Striking samples such as the ancient wasps and other insect species collected by the team are rare. What the team noticed was that the specimens which had retained their color had a smooth epicuticle, or protective outer layer, unlike the duller ones whose epicuticles showed signs of cracking and texture associated with destruction during fossilization. Nanostructures called multilayer reflectors produce vivid colors in flora and fauna. These reflectors reside in the epicuticle, and the same dehydration process that mummifies insects during fossilization in amber is possibly the reason color fades.
Because fossils like these are so elusive, they can offer a window into a lost world. It is not definitely known whether these were the original colors of the insects, or whether they were altered in the fossilization process, but the scientists believe they are original so long as the integrity of the nanostructures has not been compromised. The colors are believed to have likely acted as camouflage in a brutal world where things grew to gargantuan sizes and the objective was to avoid being eaten.

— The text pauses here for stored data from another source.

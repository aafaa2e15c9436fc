"""The Design: filters -> stages -> parts, and the as-built analog model of each.

``build_design(spec)`` is the one entry point: it turns a validated :class:`DesignSpec`
(from a file or from keyword arguments) into stages with real parts, analyses every stage
exactly (ideal and with the amplifier model), orders the stages, computes each stage's
internal peak gain and collects the warnings an engineer would want before building.
Nothing here reads or writes files.
"""

from __future__ import annotations

import math
from collections.abc import Mapping, Sequence
from dataclasses import dataclass, replace
from pathlib import Path
from typing import Any

import numpy as np

from filtertwin.circuit import prototypes, sallenkey
from filtertwin.circuit.sallenkey import Amplifier, StageCircuit, StageModel
from filtertwin.circuit.spec import AmplifierSpec, BuiltStageSpec, DesignSpec, FilterSpec, PartsSpec
from filtertwin.circuit.synthesis import PartRules, SynthesisError, synthesize
from filtertwin.errors import UserInputError

Section = tuple[np.ndarray, np.ndarray]  # (b, a) polynomials in s, highest power first

# common practice (no single source): gain-bandwidth should be 50x to 100x above K * f0 * Q
GBW_FACTOR = 50.0
# an amplifier that moves a stage's f0 or Q by more than this (percent) is worth a warning:
# more than the rounding of 1 % parts moves it
AMP_SHIFT_PCT = 1.0
# common practice: an internal peak more than 3 dB above the passband gain costs headroom
PEAK_MARGIN_DB = 3.0
# the band the design table checks the slew rate over (the twin checks its own band)
SLEW_BAND_HZ = (20.0, 20000.0)
# common practice (Horowitz & Hill 3rd ed. 6.3, from memory): a Sallen-Key stage above Q 10
# is very sensitive to its parts and the amplifier; such stages are built another way
HIGH_Q = 10.0
# common practice: above 1 MOhm thermal noise and bias-current offset dominate
HIGH_OHM = 1e6
BOLTZMANN_J_PER_K = 1.380649e-23  # SI brochure, 9th ed. (2019), exact
ROOM_K = 298.15


@dataclass(frozen=True)
class Target:
    f0_hz: float
    q: float  # nan for a first-order stage
    gain: float


@dataclass(frozen=True)
class Stage:
    """One built stage: what was asked, what the parts give, and what it does to headroom.

    Attributes
    ----------
    circuit : StageCircuit
        Topology and part values.
    target : Target or None
        The synthesis target (None for a stage given by its parts).
    ideal : StageModel
        Exact response of the parts with an ideal amplifier.
    built : StageModel
        Exact response with the amplifier model (equal to ``ideal`` without one).
    peak_gain_db : float
        Largest gain from the filter input to this stage's output, over frequency.
    clip_input_dbfs : float or None
        Input level (dBFS peak, sine at the worst frequency) at which this stage's output
        reaches the amplifier's swing; None without an amplifier model.
    """

    index: int
    circuit: StageCircuit
    target: Target | None
    ideal: StageModel
    built: StageModel
    peak_gain_db: float
    clip_input_dbfs: float | None


@dataclass(frozen=True)
class StopbandFloor:
    """The bottom of a low-pass's as-built stopband.

    Attributes
    ----------
    level_db : float
        Lowest gain of the as-built response, dB relative to the passband gain.
    at_hz : float
        Frequency of that lowest gain, where the response stops falling.
    rises_to_db : float
        Highest gain (dB re passband) above ``at_hz``, up to 100 x the amplifier poles: a
        low-pass rises towards the level where the capacitors short and the amplifiers no
        longer act, (Ro || R2) / (R1 + Ro || R2) per unity-gain stage.
    """

    level_db: float
    at_hz: float
    rises_to_db: float


@dataclass(frozen=True)
class StageSlew:
    """How close a full-scale sine brings one stage's output to the amplifier's slew rate.

    Attributes
    ----------
    stage : int
        1-based stage number.
    peak_v : float
        Largest output over the band for a full-scale sine input, V peak (full scale times
        the largest gain from the filter input to this stage's output, at most the swing).
    full_power_hz : float
        Full-power bandwidth at that output, SR / (2 pi peak_v), Hz: the highest frequency a
        sine of ``peak_v`` can have without slewing.
    demand : float
        Largest slope of the stage's output for a full-scale sine in the band, 2 pi f
        min(swing, full scale |H(f)|), as a fraction of the slew rate (>= 1: it slews).
    slews_from_hz : float or None
        Lowest frequency in the band where a full-scale sine makes this stage slew; None if
        none does.

    References
    ----------
    P. Horowitz, W. Hill, The Art of Electronics, 3rd ed., chapter 4: slew rate and the
    full-power bandwidth SR / (2 pi Vpeak).
    """

    stage: int
    peak_v: float
    full_power_hz: float
    demand: float
    slews_from_hz: float | None


@dataclass(frozen=True)
class Filter:
    name: str
    response: str
    polarity: int
    stages: tuple[Stage, ...]
    spec: FilterSpec
    resembles: prototypes.AlignmentMatch | None

    @property
    def passband_gain(self) -> float:
        """Product of the stage gains with an ideal amplifier (sign = polarity)."""
        return self.polarity * math.prod(s.ideal.gain for s in self.stages)

    def stage_sections(self, amplifier: bool = True) -> list[tuple[int, Section]]:
        """(stage number, s-domain section) pairs whose product is the whole filter.

        Sections have order <= 2. With ``amplifier=True`` each stage with an amplifier pole
        contributes its network part and a first-order section for that pole. The polarity
        is folded into the first section.
        """
        tagged = [
            (stage.index, section)
            for stage in self.stages
            for section in sallenkey.split_sections(stage.built if amplifier else stage.ideal)
        ]
        first, (b0, a0) = tagged[0]
        tagged[0] = (first, (self.polarity * b0, a0))
        return tagged

    def amplifier_sections(self, amplifier: bool = True) -> list[bool]:
        """For each section of :meth:`stage_sections`: True for a stage's amplifier section
        (:func:`filtertwin.circuit.sallenkey.amplifier_section_flags`)."""
        return [
            flag
            for stage in self.stages
            for flag in sallenkey.amplifier_section_flags(stage.built if amplifier else stage.ideal)
        ]

    @property
    def passband_db(self) -> float:
        """:attr:`passband_gain` in dB (its magnitude)."""
        return 20 * math.log10(abs(self.passband_gain))

    def analog_sections(self, amplifier: bool = True) -> list[Section]:
        """The sections of :meth:`stage_sections` without their stage numbers."""
        return [section for _, section in self.stage_sections(amplifier)]

    def frequency_response(self, f_hz: np.ndarray, amplifier: bool = True) -> np.ndarray:
        """Complex frequency response at ``f_hz`` (Hz)."""
        return sallenkey.response(self.analog_sections(amplifier), f_hz)

    def group_delay_s(self, f_hz: np.ndarray, amplifier: bool = True) -> np.ndarray:
        """Exact group delay in seconds: -d(phase)/d(omega) = -Re(b'/b - a'/a) at s = j w."""
        s = 2j * math.pi * np.asarray(f_hz, float)
        total = np.zeros(s.shape)
        for b, a in self.analog_sections(amplifier):
            db, da = np.polyder(b) if len(b) > 1 else np.zeros(1), np.polyder(a)
            total -= np.real(
                np.polyval(db, s) / np.polyval(b, s) - np.polyval(da, s) / np.polyval(a, s)
            )
        return total

    def stopband_floor(self) -> StopbandFloor | None:
        """Where the upper stopband of a low-pass (or band-pass) stops falling.

        With the amplifier's open-loop output resistance in the model, the input reaches the
        output around each amplifier as its loop gain falls, so the as-built response falls
        to a lowest level, then turns back up towards a constant. None for a high-pass, or
        when the response keeps falling up to 100 x the amplifier's gain-bandwidth (an ideal
        amplifier, or no output resistance). The model leaves out stray capacitance and
        coupling through supplies and ground, which a real board adds.
        """
        if self.response == "highpass" or not self.stages:
            return None
        top = max(s.built.f0_hz for s in self.stages)
        poles = [s.built.extra_pole_hz or 0.0 for s in self.stages]
        f_end = max(1e3 * top, 100 * max(poles))
        grid = np.geomspace(top, f_end, 3000)
        sections = self.analog_sections(True)
        ref = abs(self.passband_gain)
        db = 20 * np.log10(np.maximum(np.abs(sallenkey.response(sections, grid)) / ref, 1e-300))
        # the first lowest point once the skirt is 20 dB down (a band-pass's high-pass
        # stages roll the response off again above their own amplifier poles)
        down = np.nonzero(db < -20.0)[0]
        rising = np.nonzero(np.diff(db) > 0)[0]
        rising = rising[rising > down[0]] if len(down) else rising[:0]
        if not len(rising) or rising[0] >= len(grid) - 2:
            return None
        i = int(rising[0])
        # refine the minimum between the neighbouring grid points (golden-section search)
        lo, hi = math.log(grid[max(i - 1, 0)]), math.log(grid[i + 1])

        def level(log_f: float) -> float:
            h = sallenkey.response(sections, np.array([math.exp(log_f)]))[0]
            return 20 * math.log10(max(abs(h) / ref, 1e-300))

        g = (math.sqrt(5) - 1) / 2
        for _ in range(60):
            a, b = hi - g * (hi - lo), lo + g * (hi - lo)
            if level(a) < level(b):
                hi = b
            else:
                lo = a
        at = math.exp((lo + hi) / 2)
        return StopbandFloor(level(math.log(at)), at, float(np.max(db[i:])))

    def stage_output_response(self, f_hz: np.ndarray, amplifier: bool = True) -> np.ndarray:
        """Complex response from the filter input to each stage's output, ``(stages, f)``."""
        f = np.asarray(f_hz, float)
        out = np.ones((len(self.stages), f.size), complex)
        h = np.ones(f.size, complex)
        for number, section in self.stage_sections(amplifier):
            h = h * sallenkey.response([section], f)
            out[number - 1] = h
        return out

    def slew_demands(
        self, amp: Amplifier, full_scale_v: float, band_hz: tuple[float, float] = SLEW_BAND_HZ
    ) -> tuple[StageSlew, ...]:
        """Every stage's slew-rate margin for a full-scale sine over ``band_hz`` (see
        :class:`StageSlew`)."""
        grid = np.geomspace(band_hz[0], band_hz[1], 2000)
        out_v = np.minimum(amp.swing_v, full_scale_v * np.abs(self.stage_output_response(grid)))
        slope = 2 * math.pi * grid * out_v / amp.slew_v_per_s
        result = []
        for stage, (v, d) in enumerate(zip(out_v, slope, strict=True), start=1):
            peak = float(np.max(v))
            over = np.nonzero(d >= 1.0)[0]
            result.append(
                StageSlew(
                    stage,
                    peak,
                    amp.slew_v_per_s / (2 * math.pi * peak),
                    float(np.max(d)),
                    float(grid[over[0]]) if len(over) else None,
                )  # fmt: skip
            )
        return tuple(result)

    def characteristic_hz(self) -> tuple[float, float]:
        """Lowest and highest stage frequency, for choosing plot and check bands."""
        f = [s.built.f0_hz for s in self.stages]
        return min(f), max(f)
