def load_design(path: str | Path) -> DesignSpec:
    """Read and validate a design file.

    Raises
    ------
    UserInputError
        The file is missing, unreadable, not TOML, or breaks a rule of the schema.
    """
    path = Path(path)
    try:
        text = path.read_text(encoding="utf-8")
    except FileNotFoundError:
        raise UserInputError(f"{path}: no such design file; check the path") from None
    except (OSError, UnicodeDecodeError) as exc:
        raise UserInputError(
            f"{path}: cannot read the design file ({exc}); check the file"
        ) from None
    try:
        data = tomllib.loads(text)
    except tomllib.TOMLDecodeError as exc:
        raise UserInputError(f"{path}: not valid TOML ({exc}); fix the syntax there") from None
    return parse_design(data, str(path))
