@dataclass(frozen=True)
class Amplifier:
    """An operational amplifier described by its figures.

    Attributes
    ----------
    description : str
        Kind of amplifier in plain words, e.g. ``"low-noise bipolar, 10 MHz"``.
    gbw_hz : float
        Gain-bandwidth product in Hz.
    swing_v : float
        Peak output swing in V (the output clips at +/- swing_v).
    slew_v_per_s : float
        Slew rate in V/s.
    noise_v_per_rthz : float
        Input voltage noise density in V/sqrt(Hz).
    noise_a_per_rthz : float
        Input current noise density in A/sqrt(Hz).
    open_loop_gain : float
        DC open-loop gain (linear).
    output_resistance_ohm : float
        Open-loop output resistance in ohm (0: an ideal output).
    """

    description: str
    gbw_hz: float
    swing_v: float
    slew_v_per_s: float
    noise_v_per_rthz: float
    noise_a_per_rthz: float
    open_loop_gain: float = 1e5
    output_resistance_ohm: float = 0.0


# Generic presets named by kind. Every figure is a round number typical of the CLASS of
# amplifier (from memory / common practice: the span such amplifiers are sold in, rounded),
# not any one product's datasheet: gain-bandwidth, slew rate, swing on +/-15 V (the CMOS one
# on a single 5 V supply, rail to rail within 50 mV), input voltage and current noise
# densities (white, above the 1/f corner), DC open-loop gain and open-loop output resistance.
AMPLIFIER_PRESETS: dict[str, Amplifier] = {
    "general-purpose bipolar": Amplifier(
        "general-purpose bipolar, 1 MHz", 1e6, 13.0, 0.5e6, 20e-9, 0.5e-12, 1e5, 75.0
    ),
    "general-purpose JFET input": Amplifier(
        "general-purpose JFET input, 5 MHz", 5e6, 13.0, 10e6, 20e-9, 0.01e-12, 1e5, 100.0
    ),
    "low-noise bipolar": Amplifier(
        "low-noise bipolar, 10 MHz", 10e6, 13.0, 5e6, 3e-9, 1e-12, 1e6, 50.0
    ),
    "audio dual bipolar": Amplifier(
        "low-distortion audio dual, bipolar, 20 MHz", 20e6, 13.0, 10e6, 5e-9, 1e-12, 3e5, 50.0
    ),
    "rail-to-rail CMOS 5 V": Amplifier(
        "rail-to-rail CMOS on a 5 V supply, 10 MHz", 10e6, 2.45, 5e6, 10e-9, 1e-15, 1e5, 150.0
    ),
}


@dataclass(frozen=True)
class StageCircuit:
    """One buildable stage: its topology and its part values (ohm, farad).

    Attributes
    ----------
    response : {"lowpass", "highpass"}
    order : {1, 2}
    topology : {"unity", "equal", "gain"}
        ``"unity"``: the amplifier is a follower (K = 1). ``"equal"``: equal-component stage,
        R1 = R2 and C1 = C2, Q set by the gain K = 3 - 1/Q. ``"gain"``: any K >= 1.
    r1, c1, r2, c2 : float
        The RC network (``r2``/``c2`` are None for a first-order stage).
    rf, rg : float or None
        Gain resistors, K = 1 + rf / rg; None at unity gain.
    """

    response: str
    order: int
    topology: str
    r1: float
    c1: float
    r2: float | None = None
    c2: float | None = None
    rf: float | None = None
    rg: float | None = None

    @property
    def gain(self) -> float:
        """The amplifier's closed-loop gain K with an ideal amplifier."""
        if self.rf is None or self.rg is None:
            return 1.0
        return 1.0 + self.rf / self.rg

    @property
    def gain_leg_ohm(self) -> float | None:
        """RF + RG, the gain leg that loads the amplifier's output; None at unity gain."""
        if self.rf is None or self.rg is None:
            return None
        return self.rf + self.rg

    def parts(self) -> dict[str, float]:
        """Part values by designator within the stage (only the parts that exist)."""
        names = {"R1": self.r1, "R2": self.r2, "C1": self.c1, "C2": self.c2}
        names |= {"RF": self.rf, "RG": self.rg}
        return {k: float(v) for k, v in names.items() if v is not None}

    def with_parts(self, **values: float) -> StageCircuit:
        """A copy with some part values replaced (keys R1, R2, C1, C2, RF, RG)."""
        changes: dict[str, Any] = {k.lower(): float(v) for k, v in values.items()}
        return replace(self, **changes)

Flashy hues only seem counterintuitive to camouflage. Structural coloration in extant animals can serve many purposes next to making them blend into their surroundings, from attracting a mate to warning predators that they are poisonous. The preserved cuckoo wasp specimens look almost exactly like cuckoo wasps do today. These stingless wasps are kleptoparasites, meaning they steal the nests of other insects to lay their own eggs. Their iridescent blue-green coloring helps them disappear into leaves, as other studies have shown that iridescence makes an animal difficult to spot against a background of a similar color. Other insects have a difficult time recognizing the shape of their iridescent brethren as it perches on a nearby leaf, just waiting to snatch up a nest free of rent.
The scientists are almost positive that the multichrome insects’ structural coloration was meant for camouflage, and even think the fossils hint at cuckoo wasps’ stealing behavior evolving by at least the mid-Cretaceous. They still stressed that there could be other cryptic reasons behind it. Mating displays were pretty much ruled out because the males and females were not dimorphic, with no flashier males to attract more drab females. Thermal regulation is still a possibility. Brilliant gold longicorn beetles refract light off their metallic forewings, deflecting it so it won’t be absorbed.
“This discovery not only provides critical evidence of evolution of structural colors in arthropods,” the team concluded, “but also sheds light on the preservation potential of nanostructures of ancient animals through geological time.”